Satie had not completely resurged yet. Still pretty outre’.

By Satie she taught me “Premier Menuet, which isn’t. It’s 3/4 played in 4/4, with enharmonic scales in the apparently incorrect key, and with very little melody. So it’s not coffee commercial music-at all.

And Passacaile, by Satie, which is very modern and orchestral for him. Not Gymnopedies, like Blood Sweat and Tears made popular. She went right toward the outright strange pieces.

Exact opposite to her beloved god Liszt.

She had to order them. Rarity at the time.

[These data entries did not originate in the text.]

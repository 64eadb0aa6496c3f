//! Small questions about functions that the overlay asks when it normalises them.

use super::overlay::Literal;
use crate::netlist::TruthTable;

/// The table over the plain nodes of `inputs` in ascending order. The inputs
/// are distinct nodes.
pub(super) fn ascending(table: TruthTable, inputs: &[Literal]) -> (TruthTable, Vec<Literal>) {
    let mut order: Vec<usize> = (0..inputs.len()).collect();
    order.sort_unstable_by_key(|&pin| inputs[pin].node());
    let mut bits = 0;
    for minterm in 0..1usize << inputs.len() {
        let old = order
            .iter()
            .enumerate()
            .fold(0, |old, (new_pin, &old_pin)| {
                old | (minterm >> new_pin & 1) << old_pin
            });
        bits |= (table.bits() >> old & 1) << minterm;
    }
    let pins = order
        .iter()
        .map(|&pin| Literal::new(inputs[pin].node(), false));
    (TruthTable::new(inputs.len(), bits), pins.collect())
}

/// The table without pins it does not depend on.
pub(super) fn drop_unread(table: TruthTable, mut pins: Vec<Literal>) -> (TruthTable, Vec<Literal>) {
    let read: Vec<usize> = (0..pins.len())
        .filter(|&pin| table.depends_on(pin))
        .collect();
    if read.len() == pins.len() {
        return (table, pins);
    }
    let mut bits = 0;
    for minterm in 0..1usize << read.len() {
        let old = read
            .iter()
            .enumerate()
            .fold(0, |old, (new, &pin)| old | (minterm >> new & 1) << pin);
        bits |= (table.bits() >> old & 1) << minterm;
    }
    let table = TruthTable::new(read.len(), bits);
    pins = read.into_iter().map(|pin| pins[pin]).collect();
    (table, pins)
}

The recitals were a big deal. For finales we had to play piano quartets, and we were loud on those 9 foot Steinways!

She said, “People may let you down- but if you have piano you always have something.” You’re never truly lost.

Her life: 1902-1994. She was my teacher during her 50th year of teaching, I think. 1973-5.

She completely analyzed structure and told us to practice in four rates, advancing through each: slow, moderate, allegro, and expressive.

She pushed Czerny hard, and scales; 2/3 of practice devoted to exercises and 1/3 to learning a recital piece. No piece was considered completely impossible.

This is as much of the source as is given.